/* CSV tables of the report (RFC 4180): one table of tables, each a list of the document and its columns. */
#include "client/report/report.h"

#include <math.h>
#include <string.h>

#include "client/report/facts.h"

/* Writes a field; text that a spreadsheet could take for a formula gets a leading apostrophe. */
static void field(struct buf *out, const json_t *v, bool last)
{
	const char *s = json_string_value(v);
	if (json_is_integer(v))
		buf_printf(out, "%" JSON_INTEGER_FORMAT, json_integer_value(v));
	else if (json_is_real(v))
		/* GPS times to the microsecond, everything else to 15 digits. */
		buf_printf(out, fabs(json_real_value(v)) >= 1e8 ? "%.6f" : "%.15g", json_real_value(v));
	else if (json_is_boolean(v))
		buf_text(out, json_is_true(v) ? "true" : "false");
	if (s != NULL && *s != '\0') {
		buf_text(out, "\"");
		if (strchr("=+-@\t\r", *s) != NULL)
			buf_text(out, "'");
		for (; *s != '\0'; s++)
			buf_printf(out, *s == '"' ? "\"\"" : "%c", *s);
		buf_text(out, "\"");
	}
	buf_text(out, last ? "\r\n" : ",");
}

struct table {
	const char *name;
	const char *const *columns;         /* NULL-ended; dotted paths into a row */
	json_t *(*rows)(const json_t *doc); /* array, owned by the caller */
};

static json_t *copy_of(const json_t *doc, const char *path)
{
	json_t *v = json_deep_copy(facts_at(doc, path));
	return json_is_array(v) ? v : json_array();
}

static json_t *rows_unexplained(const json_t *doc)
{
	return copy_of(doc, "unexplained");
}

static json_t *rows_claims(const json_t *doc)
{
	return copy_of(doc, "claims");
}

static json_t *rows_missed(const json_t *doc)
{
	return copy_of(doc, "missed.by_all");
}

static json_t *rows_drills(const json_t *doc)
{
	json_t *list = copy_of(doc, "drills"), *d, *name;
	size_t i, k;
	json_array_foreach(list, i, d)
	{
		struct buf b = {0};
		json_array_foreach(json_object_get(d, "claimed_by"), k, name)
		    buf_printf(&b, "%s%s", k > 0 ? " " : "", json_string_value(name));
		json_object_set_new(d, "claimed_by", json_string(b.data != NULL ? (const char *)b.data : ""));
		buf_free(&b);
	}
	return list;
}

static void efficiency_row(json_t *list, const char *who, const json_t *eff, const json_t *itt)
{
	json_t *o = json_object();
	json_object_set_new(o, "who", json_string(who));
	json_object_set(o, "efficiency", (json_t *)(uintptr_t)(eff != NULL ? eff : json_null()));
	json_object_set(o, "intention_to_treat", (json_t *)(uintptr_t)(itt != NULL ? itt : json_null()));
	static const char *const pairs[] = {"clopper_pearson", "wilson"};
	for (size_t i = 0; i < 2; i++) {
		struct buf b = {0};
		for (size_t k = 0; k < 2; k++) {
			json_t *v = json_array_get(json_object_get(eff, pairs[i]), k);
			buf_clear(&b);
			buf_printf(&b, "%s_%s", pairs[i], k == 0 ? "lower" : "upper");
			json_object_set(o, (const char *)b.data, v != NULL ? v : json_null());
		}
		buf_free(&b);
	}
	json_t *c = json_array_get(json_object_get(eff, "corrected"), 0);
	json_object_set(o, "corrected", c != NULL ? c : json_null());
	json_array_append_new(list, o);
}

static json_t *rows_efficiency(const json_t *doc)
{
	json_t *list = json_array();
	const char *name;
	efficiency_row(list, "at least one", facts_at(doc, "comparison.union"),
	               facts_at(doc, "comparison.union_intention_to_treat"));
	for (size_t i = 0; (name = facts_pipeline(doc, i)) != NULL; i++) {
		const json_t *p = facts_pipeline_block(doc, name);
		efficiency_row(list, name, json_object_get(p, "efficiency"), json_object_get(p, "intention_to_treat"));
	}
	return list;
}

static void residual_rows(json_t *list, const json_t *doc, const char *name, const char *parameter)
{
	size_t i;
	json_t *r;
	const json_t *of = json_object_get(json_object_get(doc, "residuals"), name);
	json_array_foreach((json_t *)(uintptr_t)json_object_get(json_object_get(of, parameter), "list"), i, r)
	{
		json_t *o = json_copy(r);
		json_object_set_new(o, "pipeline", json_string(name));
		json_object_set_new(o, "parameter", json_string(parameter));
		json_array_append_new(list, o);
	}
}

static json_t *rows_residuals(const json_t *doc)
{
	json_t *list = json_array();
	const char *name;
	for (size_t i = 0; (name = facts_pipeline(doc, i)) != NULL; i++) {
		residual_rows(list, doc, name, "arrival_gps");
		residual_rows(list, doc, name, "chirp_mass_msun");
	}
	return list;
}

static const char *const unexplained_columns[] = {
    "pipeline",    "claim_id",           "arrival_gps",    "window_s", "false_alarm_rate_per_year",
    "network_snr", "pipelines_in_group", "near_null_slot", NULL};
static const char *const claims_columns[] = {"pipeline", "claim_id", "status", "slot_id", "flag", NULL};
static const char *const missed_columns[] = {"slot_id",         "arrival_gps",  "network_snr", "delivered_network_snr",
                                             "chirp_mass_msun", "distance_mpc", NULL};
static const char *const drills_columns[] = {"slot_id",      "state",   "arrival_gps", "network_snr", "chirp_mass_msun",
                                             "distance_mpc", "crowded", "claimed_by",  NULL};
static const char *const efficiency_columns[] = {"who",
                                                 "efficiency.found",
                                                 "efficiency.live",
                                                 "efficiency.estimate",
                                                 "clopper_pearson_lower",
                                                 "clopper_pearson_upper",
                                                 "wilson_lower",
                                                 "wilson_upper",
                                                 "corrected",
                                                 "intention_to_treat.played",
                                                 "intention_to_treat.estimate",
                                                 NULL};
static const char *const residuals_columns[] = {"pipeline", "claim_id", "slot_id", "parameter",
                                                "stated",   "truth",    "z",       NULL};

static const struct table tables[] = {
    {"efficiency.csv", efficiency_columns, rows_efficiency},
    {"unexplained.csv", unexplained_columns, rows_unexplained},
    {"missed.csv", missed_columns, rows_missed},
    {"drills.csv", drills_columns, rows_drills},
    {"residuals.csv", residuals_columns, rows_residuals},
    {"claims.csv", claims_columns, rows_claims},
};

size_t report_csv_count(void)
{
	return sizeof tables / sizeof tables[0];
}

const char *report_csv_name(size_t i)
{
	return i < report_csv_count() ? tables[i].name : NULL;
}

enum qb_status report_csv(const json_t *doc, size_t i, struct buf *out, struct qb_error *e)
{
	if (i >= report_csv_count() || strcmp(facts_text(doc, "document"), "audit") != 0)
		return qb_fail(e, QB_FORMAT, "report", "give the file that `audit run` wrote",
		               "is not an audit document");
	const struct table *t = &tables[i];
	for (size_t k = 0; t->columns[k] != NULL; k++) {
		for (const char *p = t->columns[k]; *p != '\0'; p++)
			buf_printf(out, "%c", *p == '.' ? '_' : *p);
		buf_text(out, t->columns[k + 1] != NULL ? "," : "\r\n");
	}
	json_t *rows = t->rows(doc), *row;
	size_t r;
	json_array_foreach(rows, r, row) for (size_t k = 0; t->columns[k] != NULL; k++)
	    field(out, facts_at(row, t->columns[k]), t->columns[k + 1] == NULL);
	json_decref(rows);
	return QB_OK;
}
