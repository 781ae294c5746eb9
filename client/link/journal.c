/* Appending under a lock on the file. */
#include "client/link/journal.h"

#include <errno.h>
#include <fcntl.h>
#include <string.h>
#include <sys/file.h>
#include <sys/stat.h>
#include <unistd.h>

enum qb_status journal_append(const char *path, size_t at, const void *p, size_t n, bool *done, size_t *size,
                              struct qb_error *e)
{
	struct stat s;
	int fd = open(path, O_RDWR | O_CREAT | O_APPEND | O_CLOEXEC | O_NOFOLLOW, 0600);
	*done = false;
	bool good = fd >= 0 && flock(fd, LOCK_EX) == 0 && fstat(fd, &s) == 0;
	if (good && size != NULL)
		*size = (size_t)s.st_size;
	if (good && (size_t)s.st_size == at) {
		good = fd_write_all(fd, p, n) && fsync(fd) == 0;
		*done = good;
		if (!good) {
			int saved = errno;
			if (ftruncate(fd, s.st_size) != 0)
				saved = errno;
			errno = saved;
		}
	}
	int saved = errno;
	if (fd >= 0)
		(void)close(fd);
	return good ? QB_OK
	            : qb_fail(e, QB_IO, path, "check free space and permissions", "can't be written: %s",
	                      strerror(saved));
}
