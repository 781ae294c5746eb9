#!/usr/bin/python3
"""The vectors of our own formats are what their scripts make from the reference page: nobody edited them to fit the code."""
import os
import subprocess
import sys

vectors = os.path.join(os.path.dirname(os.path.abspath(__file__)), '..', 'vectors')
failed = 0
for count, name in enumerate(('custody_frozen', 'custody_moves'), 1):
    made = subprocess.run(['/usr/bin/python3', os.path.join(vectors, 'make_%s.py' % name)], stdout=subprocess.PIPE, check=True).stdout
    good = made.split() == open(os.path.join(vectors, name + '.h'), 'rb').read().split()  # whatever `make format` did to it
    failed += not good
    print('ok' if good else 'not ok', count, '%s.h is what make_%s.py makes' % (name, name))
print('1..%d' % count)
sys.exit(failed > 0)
•••••
Assignment: Restate, please, word for word the span of records running from the first line to the line bearing "json_t *o = json_object();", both included, and nothing outside it.

The answer:
/* CSV tables of the report (RFC 4180): one table of tables, each a list of the document and its columns. */
#include "client/report/report.h"

#include <math.h>
#include <string.h>

#include "client/report/facts.h"

/* Writes a field; text that a spreadsheet could take for a formula gets a leading apostrophe. */
static void field(struct buf *out, const json_t *v, bool last)
{
	const char *s = json_string_value(v);
	if (json_is_integer(v))
		buf_printf(out, "%" JSON_INTEGER_FORMAT, json_integer_value(v));
	else if (json_is_real(v))
		/* GPS times to the microsecond, everything else to 15 digits. */
		buf_printf(out, fabs(json_real_value(v)) >= 1e8 ? "%.6f" : "%.15g", json_real_value(v));
	else if (json_is_boolean(v))
		buf_text(out, json_is_true(v) ? "true" : "false");
	if (s != NULL && *s != '\0') {
		buf_text(out, "\"");
		if (strchr("=+-@\t\r", *s) != NULL)
			buf_text(out, "'");
		for (; *s != '\0'; s++)
			buf_printf(out, *s == '"' ? "\"\"" : "%c", *s);
		buf_text(out, "\"");
	}
	buf_text(out, last ? "\r\n" : ",");
}

struct table {
	const char *name;
	const char *const *columns;         /* NULL-ended; dotted paths into a row */
	json_t *(*rows)(const json_t *doc); /* array, owned by the caller */
};

static json_t *copy_of(const json_t *doc, const char *path)
{
	json_t *v = json_deep_copy(facts_at(doc, path));
	return json_is_array(v) ? v : json_array();
}

static json_t *rows_unexplained(const json_t *doc)
{
	return copy_of(doc, "unexplained");
}

static json_t *rows_claims(const json_t *doc)
{
	return copy_of(doc, "claims");
}

static json_t *rows_missed(const json_t *doc)
{
	return copy_of(doc, "missed.by_all");
}

static json_t *rows_drills(const json_t *doc)
{
	json_t *list = copy_of(doc, "drills"), *d, *name;
	size_t i, k;
	json_array_foreach(list, i, d)
	{
		struct buf b = {0};
		json_array_foreach(json_object_get(d, "claimed_by"), k, name)
		    buf_printf(&b, "%s%s", k > 0 ? " " : "", json_string_value(name));
		json_object_set_new(d, "claimed_by", json_string(b.data != NULL ? (const char *)b.data : ""));
		buf_free(&b);
	}
	return list;
}

static void efficiency_row(json_t *list, const char *who, const json_t *eff, const json_t *itt)
{
	json_t *o = json_object();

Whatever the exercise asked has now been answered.